### Work item:
In the entries that follow, find each line with the word "engine" and copy it.

### Records to process:
"""Loads of a kind sized by their articles (``gaugewalk.model.engine.sizing.kinds``), each case
worked by hand beside the check: a motor branch (NEC 430.6(A)(1), 430.22, Table 430.52(C)(1),
250.122(D)(1)), an HVAC nameplate (440.4(B), 440.22), an EV charger (625.41, 625.42), a storage
water heater (422.13, 422.11(E)), a welder (630.11(A), 630.12), space heating (424.4(B)) and
resistive loads given in kW at power factor 1. Conductor ampacities are NEC 2023 Table 310.16."""

import math

import pytest

from gaugewalk.model.engine.circuits import circuit_from_volts
from gaugewalk.model.engine.contract import Equipment, RunSpec
from gaugewalk.model.engine.loads import load_amps
from gaugewalk.model.engine.sizing import evaluate
from gaugewalk.model.engine.sizing.kinds import (
    continuous_of,
    continuous_refusal,
    load_pf,
    running_amps,
)

JOB_PF = 0.85


def size(eq: Equipment, value: float | None, unit: str | None, volts: float, phases: int,
         **kw):
    """Size a run of this load the way a walk does: the kind's power factor, running current
    and continuous default."""
    circuit = circuit_from_volts(volts, phases)
    pf = load_pf(eq.kind, kw.pop("pf", None), JOB_PF)
    amps = running_amps(eq, value, unit, circuit, pf)
    return evaluate(RunSpec(circuit=circuit, amps=amps, length_ft=kw.pop("length_ft", 50.0),
                            continuous=continuous_of(eq), equipment=eq, pf=pf, **kw))


# -- motors -------------------------------------------------------------------------------------

def test_a_25_hp_460_v_motor_branch_by_hand():
    # NEC 2023 Table 430.250: 25 hp, 460 V column -> 34 A (430.6(A)(1): the table, not the
    # nameplate). 430.22: 1.25 x 34 = 42.5 A. 110.14(C)(1)(a)(4): a design B motor may use the
    # 75 C column; Table 310.16 75 C Cu: 10 AWG 35 A < 42.5, 8 AWG 50 A -> 8 AWG.
    # Table 430.52(C)(1): inverse-time breaker 250 % x 34 = 85 A, not a standard rating;
    # 430.52(C)(1)(a): next standard size up (240.6(A)) -> 90 A.
    # 250.122(D)(1): EGC by the 90 A device; Table 250.122, 100 A row -> 8 AWG Cu, not larger
    # than the 8 AWG circuit conductors (250.122(A)).
    r = size(Equipment(kind="motor", hp=25), 25, "hp", 460, 3)
    assert (r.flc_a, r.design_amps, r.size, r.ocpd_a, r.egc_size) == (34.0, 42.5, "8 AWG", 90,
                                                                       "8 AWG")
    assert r.load_kind == "motor" and r.ok
    assert "430.52" in r.kind_rule
    # NEC 2023 Table 430.251(B): 25 hp, 460 V -> 183 A locked-rotor (from memory); the
    # starting drop is worked at that current and reported beside the running drop
    assert r.locked_rotor_a == 183.0
    assert r.starting_drop_pct is not None and r.starting_drop_pct > r.voltage_drop_pct


def test_the_old_answer_for_the_25_hp_motor_entered_as_amps_is_gone():
    # Before loads had kinds, 34 A noncontinuous took a 35 A device (240.4(D) on 8 AWG at 60 C):
    # a breaker that trips on starting. As a motor of 34 A the device follows Table 430.52(C)(1)
    # with a note asking for the horsepower (430.6(A)(1)).
    r = size(Equipment(kind="motor"), 34, "A", 460, 3)
    assert r.ocpd_a == 90 and r.flc_a == 34.0
    assert any("give the horsepower" in n for n in r.notes)


@pytest.mark.parametrize(("device", "ocpd", "egc"), [
    # NEC 2023 Table 430.52(C)(1), polyphase squirrel-cage other than design B energy
    # efficient, 34 A FLC: dual-element fuse 175 % = 59.5 -> 60 A; nontime-delay fuse 300 % =
    # 102 -> 110 A (430.52(C)(1)(a)); inverse-time breaker 250 % = 85 -> 90 A; instantaneous
    # trip 800 % = 272 A, set at not more than that (no next size up).
    # EGC (Table 250.122): 60 A -> 10 AWG; 110 A -> 6 AWG, but 250.122(A) caps it at the 8 AWG
    # circuit conductors; instantaneous: read at the largest dual-element fuse, 60 A -> 10 AWG
    # (250.122(D)(1)).
    ("dual-element", 60, "10 AWG"), ("nontime-delay", 110, "8 AWG"),
    ("inverse-time", 90, "8 AWG"), ("instantaneous", 272, "10 AWG"),
])
def test_the_motor_device_follows_table_430_52_for_its_type(device, ocpd, egc):
    r = size(Equipment(kind="motor", hp=25, motor_device=device), 25, "hp", 460, 3)
    assert (r.size, r.ocpd_a, r.egc_size) == ("8 AWG", ocpd, egc)


def test_240_4_d_does_not_limit_a_motor_branch_and_the_egc_is_capped_at_the_conductors():
    # NEC 2023 Table 430.250: 5 hp, 230 V -> 15.2 A; 430.22: 1.25 x 15.2 = 19 A; Table 310.16
    # 75 C Cu (110.14(C)(1)(a)(4)): 14 AWG 20 A -> 14 AWG. Table 430.52(C)(1): 250 % x 15.2 =
    # 38 A -> 40 A. 240.4(G) sends motor branch conductors to Art. 430, so 240.4(D)'s 15 A for
    # 14 AWG does not apply. Table 250.122: 40 A -> 10 AWG, but 250.122(A): not larger than the
    # 14 AWG circuit conductors -> 14 AWG.
    r = size(Equipment(kind="motor", hp=5), 5, "hp", 230, 3)
    assert (r.flc_a, r.size, r.ocpd_a, r.egc_size) == (15.2, "14 AWG", 40, "14 AWG")
    assert r.ok and any("240.4(G)" in n for n in r.notes)


def test_a_fixed_motor_device_beyond_exception_2_is_a_problem_naming_the_section():
    # NEC 2023 430.52(C)(1)(b): an inverse-time breaker may go to 400 % of a FLC of 100 A or
    # less where the Table value will not start the motor: 4 x 34 = 136 A. 125 A is inside it
    # (a note), 150 A beyond it (a problem).
    inside = size(Equipment(kind="motor", hp=25), 25, "hp", 460, 3, ocpd_a=125)
    assert inside.ok and any("only where that rating will not carry" in n for n in inside.notes)
    beyond = size(Equipment(kind="motor", hp=25), 25, "hp", 460, 3, ocpd_a=150)
    assert any("136 A" in p and "430.52" in p for p in beyond.problems)


def test_a_single_phase_motor_reads_table_430_248():
    # NEC 2023 Table 430.248: 2 hp, 230 V -> 12 A; 430.22: 15 A; Table 310.16 60 C Cu (single
    # phase: no design letter, 110.14(C)(1)(a)): 14 AWG 15 A. Table 430.52(C)(1) single-phase,
    # inverse-time 250 % x 12 = 30 A, a standard rating.
    r = size(Equipment(kind="motor", hp=2), 2, "hp", 230, 1)
    assert (r.flc_a, r.design_amps, r.size, r.ocpd_a) == (12.0, 15.0, "14 AWG", 30)
    # NEC 2023 Table 430.251(A): 2 hp, 230 V -> 72 A locked-rotor (from memory)
    assert r.locked_rotor_a == 72.0
    # Table 430.251(A) is the single-phase table: it has no design letters (those are Table
    # 430.251(B)'s, polyphase design B, C and D; from memory), so its note names none
    lra_note = next(n for n in r.notes if "430.251(A)" in n)
    assert "design" not in lra_note


def test_the_code_letter_gives_the_locked_rotor_current_by_table_430_7_b():
    # NEC 2023 Table 430.7(B): code letter G, 5.6 to 6.29 kVA/hp; the top of the range,
    # 6.29 x 25 hp = 157.25 kVA; I = 157,250 / (sqrt(3) x 460) = 197.4 A
    r = size(Equipment(kind="motor", hp=25, code_letter="G"), 25, "hp", 460, 3)
    assert r.locked_rotor_a == pytest.approx(6.29 * 25_000 / (math.sqrt(3) * 460))


@pytest.mark.parametrize(("system_v", "phases", "rated_v"),
                         [(480, 3, 460), (240, 1, 230), (120, 1, 115), (208, 3, 208)])
def test_the_code_letter_reads_kva_per_hp_at_the_motor_rated_voltage_not_the_system(
        system_v, phases, rated_v):
    # NEC 2023 Table 430.7(B) gives kVA per horsepower at the motor's rated voltage; the headnotes
    # to Tables 430.248 and 430.250 put a 460 V motor on a 480 V system (230 V on 240 V, 115 V on
    # 120 V; 208 V its own). Code letter G, top of its range 6.29 kVA/hp, 5 hp:
    # 480 V system: 31,450 / (sqrt(3) x 460) = 39.5 A (not 37.8 A at 480 V)
    r = size(Equipment(kind="motor", hp=5, code_letter="G"), 5, "hp", system_v, phases)
    per_v = rated_v * (math.sqrt(3) if phases == 3 else 1.0)
    assert r.locked_rotor_a == pytest.approx(6.29 * 5_000 / per_v)


def test_the_starting_drop_is_said_to_be_the_run_alone():
    # Ohm's law: the locked-rotor current flows through every feeder and transformer above the
    # motor too, so the dip at its terminals is more than this run's share; the run's figure
    # says it is its own part only
    r = size(Equipment(kind="motor", hp=25), 25, "hp", 460, 3)
    start = [n for n in r.notes if n.startswith("starting drop")]
    assert len(start) == 1 and "this run alone" in start[0]
    assert "feeders" in start[0] and "transformer" in start[0]


def test_a_starting_drop_over_its_target_is_a_problem():
    # a long run of a 25 hp motor at a 2 % target: the running drop passes, starting does not
    r = size(Equipment(kind="motor", hp=25), 25, "hp", 460, 3, length_ft=400.0,
             starting_drop_pct=2.0)
    assert r.starting_drop_pct is not None and r.starting_drop_pct > 2.0
    assert any("start" in p for p in r.problems)


# -- HVAC -----------------------------------------------------------------------------------------

def test_a_rooftop_unit_mca_28_mocp_45_by_hand():
    # NEC 2023 440.4(B), 440.32: conductors at the nameplate MCA, 28 A, no further 125 %.
    # 110.14(C)(1)(a): 60 C column; Table 310.16 60 C Cu: 12 AWG 20 A < 28, 10 AWG 30 A.
    # 440.22(A): the device not above MOCP 45 A; 240.6(A) lists 45 A -> 45 A. 240.4(G): 240.4(D)
    # (30 A for 10 AWG) does not apply. Table 250.122: 45 A -> 10 AWG.
    r = size(Equipment(kind="hvac", mca_a=28, mocp_a=45), None, None, 208, 3)
    assert (r.design_amps, r.size, r.ocpd_a, r.egc_size) == (28, "10 AWG", 45, "10 AWG")
    assert r.ok and r.load_kind == "hvac"


def test_hvac_continuous_is_refused_so_the_125_percent_is_never_counted_twice():
    # the "8 AWG with --continuous": 440.4(B) MCA already holds 125 %
    assert "440.4(B)" in (continuous_refusal("hvac", None, True) or "")


def test_an_hvac_device_is_the_largest_standard_rating_not_above_mocp():
    # NEC 2023 240.6(A): 45 and 50 A are standard, 47 A is not; 440.22(A): not above 47 -> 45
    r = size(Equipment(kind="hvac", mca_a=28, mocp_a=47), None, None, 208, 3)
    assert r.ocpd_a == 45


def test_an_hvac_device_fixed_above_mocp_and_a_missing_mocp_are_problems():
    above = size(Equipment(kind="hvac", mca_a=28, mocp_a=45), None, None, 208, 3, ocpd_a=50)
    assert any("440.22" in p for p in above.problems)
    missing = size(Equipment(kind="hvac", mca_a=28), None, None, 208, 3)
    assert any("give its mocp" in p for p in missing.problems)


# -- EV chargers, water heaters, heaters ----------------------------------------------------------

def test_a_48_a_ev_charger_takes_a_60_a_device():
    # NEC 2023 625.42: continuous; 625.41, 210.19(A)(1): 1.25 x 48 = 60 A; 240.6(A): 60 A.
    # Table 310.16 60 C Cu (110.14(C)(1)(a), circuit 100 A or less): 6 AWG 55 A < 60, 4 AWG
    # 70 A. Table 250.122: 60 A -> 10 AWG.
    r = size(Equipment(kind="ev-charger"), 48, "A", 240, 1)
    assert (r.design_amps, r.ocpd_a, r.size, r.egc_size) == (60.0, 60, "4 AWG", "10 AWG")
    # a run cannot make the charger noncontinuous (625.42)
    assert "625.42" in (continuous_refusal("ev-charger", None, False) or "")


def test_a_4_5_kw_storage_water_heater_takes_10_awg_on_25_a():
    # NEC 2023 422.13: storage heater of 120 gal or less, continuous. Resistive: pf 1,
    # 4500 W / 240 V = 18.75 A; 1.25 x 18.75 = 23.44 A; Table 310.16 60 C Cu: 12 AWG 20 A <
    # 23.44, 10 AWG 30 A; device: next standard rating at or above 23.44 -> 25 A (240.6(A)),
    # within 422.11(E)(3)'s 150 % x 18.75 = 28.1 A (next standard size 30 A).
    r = size(Equipment(kind="water-heater", tank_gal=50), 4.5, "kW", 240, 1)
    assert r.amps == pytest.approx(18.75)
    assert (r.design_amps, r.size, r.ocpd_a) == (pytest.approx(23.4375), "10 AWG", 25)
    fixed = size(Equipment(kind="water-heater", tank_gal=50), 4.5, "kW", 240, 1, ocpd_a=35)
    assert any("422.11(E)" in p for p in fixed.problems)


def test_a_water_heater_of_unknown_tank_is_taken_as_422_13_and_said_so():
    r = size(Equipment(kind="water-heater"), 4.5, "kW", 240, 1)
    assert r.ocpd_a == 25 and any("tank size not given" in n for n in r.notes)


def test_a_water_heater_over_120_gal_follows_the_general_rule():
    # NEC 2023 422.13 covers 120 gal or less; a 150 gal heater is not continuous by it
    eq = Equipment(kind="water-heater", tank_gal=150)
    assert not continuous_of(eq)
    assert size(eq, 4.5, "kW", 240, 1).ocpd_a == 20  # 18.75 A -> 20 A (240.6(A))


def test_fixed_space_heating_is_continuous_at_pf_1():
    # NEC 2023 424.4(B): 125 %. 5000 W / 240 V = 20.83 A; x 1.25 = 26.04 A -> 30 A device;
    # Table 310.16 60 C Cu: 10 AWG 30 A
    r = size(Equipment(kind="heater"), 5, "kW", 240, 1)
    assert r.amps == pytest.approx(5000 / 240)
    assert (r.size, r.ocpd_a) == ("10 AWG", 30)


def test_resistive_kinds_take_pf_1_and_general_loads_keep_the_job_pf():
    # Ohm's law: P = V I for a resistance. 4.5 kW / 240 V = 18.75 A at pf 1; at the job's 0.85
    # it would be 22.06 A, 1 / 0.85 - 1 = 17.6 % high.
    c = circuit_from_volts(240, 1)
    assert load_pf("water-heater", None, JOB_PF) == 1.0
    assert load_pf("heater", None, JOB_PF) == 1.0
    assert load_pf("general", None, JOB_PF) == JOB_PF
    assert load_pf("heater", 0.95, JOB_PF) == 0.95  # the run's own word wins
    assert load_amps(4.5, "kW", c, 1.0) == pytest.approx(18.75)
    assert load_amps(4.5, "kW", c, JOB_PF) / 18.75 - 1 == pytest.approx(0.176, abs=5e-4)


# -- welders --------------------------------------------------------------------------------------

def test_a_welder_i1eff_25_i1max_50_takes_10_awg():
    # NEC 2023 630.11(A): conductors at I1eff = 25 A; Table 310.16 60 C Cu: 12 AWG 20 A < 25,
    # 10 AWG 30 A. 630.12(A): device not above 200 % x I1max = 100 A; 50 A taken (carries I1max).
    # 630.12(B): not above 200 % of the 10 AWG's 30 A = 60 A. Table 250.122: 50 A -> 10 AWG.
    r = size(Equipment(kind="welder", i1eff_a=25, i1max_a=50), None, None, 240, 1)
    assert (r.design_amps, r.size, r.ocpd_a, r.egc_size) == (25, "10 AWG", 50, "10 AWG")
    assert r.ok


def test_a_welder_by_rated_current_and_duty_cycle_reads_table_630_11_a():
    # NEC 2023 Table 630.11(A): 50 % duty cycle, nonmotor-generator multiplier 0.71 (from
    # memory); 40 A x 0.71 = 28.4 A -> 10 AWG (60 C, 30 A)
    r = size(Equipment(kind="welder", rated_a=40, duty_cycle_pct=50), None, None, 240, 1)
    assert r.design_amps == pytest.approx(28.4) and r.size == "10 AWG"


def test_a_welder_device_above_200_percent_of_i1max_is_a_problem():
    # NEC 2023 630.12(A): 2 x 50 = 100 A, a standard rating; 110 A is above it
    r = size(Equipment(kind="welder", i1eff_a=25, i1max_a=50), None, None, 240, 1, ocpd_a=110)
    assert any("630.12(A)" in p for p in r.problems)


# -- lighting, receptacles, general --------------------------------------------------------------

def test_lighting_is_continuous_unless_the_run_says_not():
    # common practice: lighting burns 3 h or more. 16 A x 1.25 = 20 A -> 12 AWG (60 C 20 A)
    assert size(Equipment(kind="lighting"), 16, "A", 277, 1).design_amps == 20.0
    assert size(Equipment(kind="lighting", continuous=False), 16, "A", 277, 1).design_amps == 16


def test_receptacles_by_yokes_are_180_va_each():
    # NEC 2023 220.14(I): 8 yokes x 180 VA = 1440 VA; / 120 V = 12 A -> 15 A, 14 AWG
    r = size(Equipment(kind="receptacle", yokes=8), None, None, 120, 1)
    assert (r.amps, r.ocpd_a, r.size) == (12.0, 15, "14 AWG")


def test_a_general_load_is_sized_as_before():
    # NEC 2023 210.20(A), 240.6(A): 24.5 A noncontinuous (5 kW at the job's pf 0.85 on 240 V)
    # -> 25 A; Table 310.16 60 C Cu 10 AWG 30 A (12 AWG 20 A is short)
    general = size(Equipment(kind="general"), 5, "kW", 240, 1)
    bare = evaluate(RunSpec(circuit=circuit_from_volts(240, 1),
                            amps=5000 / (240 * JOB_PF), length_ft=50.0))
    assert (general.size, general.ocpd_a) == (bare.size, bare.ocpd_a) == ("10 AWG", 25)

### Solution:
"""Loads of a kind sized by their articles (``gaugewalk.model.engine.sizing.kinds``), each case
from gaugewalk.model.engine.circuits import circuit_from_volts
from gaugewalk.model.engine.contract import Equipment, RunSpec
from gaugewalk.model.engine.loads import load_amps
from gaugewalk.model.engine.sizing import evaluate
from gaugewalk.model.engine.sizing.kinds import (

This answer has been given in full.